I FINALLY broke the goal of 50 Fitpoints. It takes a lot for me to label something "high intensity" so I rarely hit 50, but this week Flywheel is ABSOLUTELY given high intensity!!!
With additional strength training (namely squats) this week, I wasn't feel optimistic at the scale. From past experience, I usually gain when I can feel the fluid in my legs. I know it is necessary to repair the muscles, but hate that it can negatively impact the scale. But I went in saying I would accept whatever number I was given since I honestly feel the BEST I have felt in over a year.
This morning I enjoyed my new normal Friday activities
- Strength training class
- Buy my coffee to enjoy post weigh-in
- Change into my weigh-in dress
- Get on the scale
And today Tara said... you are down 1.8!
Total Lost: 64.6 (47 with WW)
Current weight: 170.4
Heaviest (recorded) weight: 235
Weight Watchers Start weight: 217.4
Goal weight: 155
Lowest weight: 150.2
This means I am down 8.2 lbs since re-joining WW one month ago.
WOO! This whole getting #Back2Basics experiment worked out very well. I have learned a lot about what what I need to continue including in my life and what I will continue to stay away from (both food-wise and in general for life).
What paid off this first month?
- Tracking, of course, has played a big role in this.
- Eating out less - when we did order dinner out once a week it was a salad from Sweetgreen instead of pizza or Chinese
- Booze free
- Weighing and measuring my food when possible
- Pre-planning - listing out an outline of food for the day in the morning and working through that (allowing for changes of course) each day
- Reaching for fruits and veggies first to make sure I was really hungry and not just bored
- Having the wife fully on board. She is counting calories on MyFitnessPal, but we are both on the path to being healthier versions of us
- Focusing on other outlets when the urge to emotionally eat started to rear its ugly head: blogging, working out, texting with friends, working, etc
- Instituting a bedtime! Boy the difference a good night sleep makes is crazy ... and when you string a number of those together - WATCH OUT :)
- Drinking water again
- Positive self talk
For the most part I didn't feel deprived over the last month. I won't lie and say it wasn't hard to stay booze free and to not devour some pretzels/waffles while at our monthly brewery run. But I had a goal and I wanted to prove to myself I could.
Now for the month of March, I will be re-introducing somethings I banned in February:
- Booze is back. (I will go over goals for March in next week's post)

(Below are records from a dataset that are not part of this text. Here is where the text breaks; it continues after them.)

"""Store round trip, migrations, and validation that writes nothing on rejection."""

from __future__ import annotations

import dataclasses
import os
import sqlite3
import stat
from datetime import date

import pytest

from logbook.imports import import_bytes
from logbook.model import Event, EventKind, InputRejected, Kind, Reading
from logbook.store import DatabaseMissing, DatabaseTooNew, Store
from logbook.store.schema import SCHEMA_VERSION

from .conftest import TODAY


def test_migrates_an_empty_file_and_sets_pragmas(tmp_path):
    path = tmp_path / "new.db"
    with Store(path) as s:
        assert s.schema_version() == SCHEMA_VERSION
        assert s.conn.execute("PRAGMA journal_mode").fetchone()[0] == "wal"
        assert s.conn.execute("PRAGMA foreign_keys").fetchone()[0] == 1
        assert s.conn.execute("PRAGMA busy_timeout").fetchone()[0] == 5000
        assert s.counts() == {"models": 0, "machines": 0, "pumps": 0, "fitments": 0, "readings": 0, "events": 0}
    # Readable and writable by owner and group only.
    assert stat.S_IMODE(os.stat(path).st_mode) & 0o007 == 0


def test_missing_and_too_new_databases_are_refused(tmp_path):
    with pytest.raises(DatabaseMissing, match="logbook init"):
        Store(tmp_path / "nope.db", create=False)
    path = tmp_path / "future.db"
    conn = sqlite3.connect(path)
    conn.execute(f"PRAGMA user_version = {SCHEMA_VERSION + 1}")
    conn.close()
    with pytest.raises(DatabaseTooNew, match="newer"):
        Store(path)


def test_round_trip_of_a_reading(store):
    r = Reading(
        id=None, serial="S-100", taken_on=date(2025, 8, 1), machine_hours=1900, case_drain_lpm=4.25,
        servo_pressure_bar=24.5, neutral_drift_bar=-1.25, charge_pressure_bar=22.0, oil_temp_c=52.5,
        test_pressure_bar=395.0, test_speed_rpm=2000.0, oil_grade=68, oil_vi=140.0, iso4406="18/16/13",
        technician="Ana", note="after filter change",
    )
    saved = store.add_reading(r, today=TODAY)
    assert saved.id is not None and saved.machine == "M-1" and saved.entered_by == "tester"
    assert dataclasses.replace(saved, id=None, entered_by="", entered_at=None, machine=None) == r
    assert store.readings("S-100")[-1] == saved
    trail = store.audit_trail("S-100")
    assert trail[-1]["action"] == "insert" and trail[-1]["who"] == "tester"


def test_fleet_snapshot_and_history(store):
    fleet = store.fleet()
    assert set(fleet.pumps) == {"S-100", "S-200", "S-300"}
    h = fleet.history("S-100")
    assert [r.machine_hours for r in h.readings] == [1100, 1500]
    assert h.fitments[0].machine == "M-1" and h.model.limit(Kind.SERVO_PRESSURE).direction == "below"


def _count(store):
    return store.counts()["readings"], store.counts()["events"], len(store.audit_trail())


BAD = [
    # (field named in the message, reading changes)
    ("case_drain", dict(case_drain_lpm=500.0)),  # above theoretical flow 90*2000/1000 = 180 L/min
    ("date", dict(taken_on=date(2027, 1, 1))),  # in the future
    ("machine_hours", dict(machine_hours=1050.0)),  # below 1100 h read on 2025-02-01
    ("machine_hours", dict(taken_on=date(2025, 3, 1), machine_hours=1600.0)),  # above the 1500 h read later
    ("serial", dict(serial="S-999")),  # unknown
    ("oil_temp", dict(oil_temp_c=None)),  # case drain without its test conditions
    ("date", dict(taken_on=date(2024, 12, 1))),  # before the pump was fitted
    ("test_pressure", dict(test_pressure_bar=900.0)),  # above rated +25 %
]


@pytest.mark.parametrize("field,changes", BAD)
def test_each_validation_rule_rejects_and_writes_nothing(store, field, changes):
    base = Reading(
        id=None, serial="S-100", taken_on=date(2025, 9, 1), machine_hours=2000, case_drain_lpm=4.0,
        oil_temp_c=50, test_pressure_bar=400, test_speed_rpm=2000,
    )
    before = _count(store)
    with pytest.raises(InputRejected) as err:
        store.add_reading(dataclasses.replace(base, **changes), today=TODAY)
    assert any(p.field.startswith(field) or field in p.field for p in err.value.problems), str(err.value)
    assert _count(store) == before


def test_hour_meter_replacement_allows_the_meter_to_restart(store):
    store.add_event(Event(id=None, kind=EventKind.METER_REPLACED, happened_on=date(2025, 6, 1), machine="M-1",
                          hours=1600, to_hours=0), today=TODAY)
    saved = store.add_reading(Reading(id=None, serial="S-100", taken_on=date(2025, 7, 1), machine_hours=200,
                                      servo_pressure_bar=25.0), today=TODAY)
    assert saved.machine_hours == 200
    with pytest.raises(InputRejected, match="runs backwards"):
        store.add_reading(Reading(id=None, serial="S-100", taken_on=date(2025, 8, 1), machine_hours=150,
                                  servo_pressure_bar=25.0), today=TODAY)


def test_move_closes_the_fitment_and_carries_pump_hours(store):
    store.add_event(Event(id=None, kind=EventKind.MOVE, happened_on=date(2025, 6, 1), serial="S-100", hours=1700,
                          to_machine="M-2", to_position="swing", to_hours=5600), today=TODAY)
    fits = store.fitments(serial="S-100")
    assert [(f.machine, f.removed_on) for f in fits] == [("M-1", date(2025, 6, 1)), ("M-2", None)]
    # 700 machine hours on M-1 since fitting at 1000 h with 0 pump hours.
    assert fits[1].pump_hours_at_fit == pytest.approx(700)
    r = store.add_reading(Reading(id=None, serial="S-100", taken_on=date(2025, 7, 1), machine_hours=5700,
                                  servo_pressure_bar=25.0), today=TODAY)
    assert r.machine == "M-2"


def test_reimport_adds_nothing_and_conflicts_are_refused(store):
    from .conftest import READINGS

    report = import_bytes(store, "readings", READINGS, name="readings.csv", today=TODAY)
    assert (report.added, report.already_present, report.problems) == (0, 3, [])
    changed = READINGS.replace(b"3.1,26", b"3.2,26")
    before = _count(store)
    report = import_bytes(store, "readings", changed, name="readings.csv", today=TODAY)
    assert report.added == 0 and report.problems[0].line == 2 and "other values" in report.problems[0].allowed
    assert _count(store) == before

- Dining out/hanging out with friends (I did this last month, but it was on a smaller scale compared to what I see coming up in March)
- Using some/all Fitpoints in addition to my daily and weekly points
I am not going to go crazy over this next week, but I am going to indulge on Sunday with beer and lunch with friends after I complete my 50th career half. As of now, the plan for the week is the to indulge only on Sunday. I will have what I want, but I am going to try to track it all. That way I can keep the other days in check.
But what this past month has taught me is that my head is back in the game and I will shed those final 15.4 pounds (to get back to goal - 155). The goal now? I would like to shed them before my half ironman in June, but the real goal is before we go to Disney in July! The wife and I want to go to the pool and feel comfortable.
Note: there is nothing about having to lose weight to feel comfortable in a bathing suit, etc, but this is a tangible goal that motivates us.